La microcalorimetria ITC trova larga applicazione in questo contesto; essendo infatti totalmente indipendente dalle proprietà ottiche delle soluzioni, consente di studiare le cinetiche enzimatiche in matrici complesse e ad alte concentrazioni proteiche permettendo una caratterizzazione dei sistemi in condizioni reali fornendo informazioni quantitative in condizioni fisiologiche o di processo biotecnologico rilevanti. La microcalorimetria ITC si basa sul principio generale della misura del flusso di calore (rilasciato o assorbito) di una reazione chimica. Nel caso della reazioni catalizzate da enzimi il flusso di calore è in relazione diretta con il tasso di formazione del prodotto.
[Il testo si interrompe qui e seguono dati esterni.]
// The proxy (Next 16's middleware) only passes the page's own path on to server components, so a signed-out visitor
// sent to sign in comes back to the page they asked for (lib/server/page-guard.ts). It is never a security check.
import { NextResponse, type NextRequest } from "next/server";

export const PATH_HEADER = "x-benchwarden-path";

export function proxy(request: NextRequest) {
  const headers = new Headers(request.headers);
  headers.set(PATH_HEADER, `${request.nextUrl.pathname}${request.nextUrl.search}`);
  return NextResponse.next({ request: { headers } });
}

export const config = {
  // pages only: not the API, Next's own files or static assets
  matcher: ["/((?!api/|_next/|favicon|icon|manifest|.*\\.[a-z0-9]+$).*)"],
};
Per studiare i processi di catalisi enzimatica tramite ITC è richiesta la misura di due differenti parametri: l’entalpia molare totale della reazione (ΔHreact) e il flusso di calore nel tempo (dQ/dt).
I sistemi MicroCal PEAQ-ITC di Malvern Panalytical consentono, tramite un semplice esperimento a singola iniezione o ad iniezioni multiple, di ottenere questi valori per poter ricavare tutti i parametri cinetici di Michaelis-Menten (KM, kcat e vmax) così come le variabili termodinamiche che governano il processo.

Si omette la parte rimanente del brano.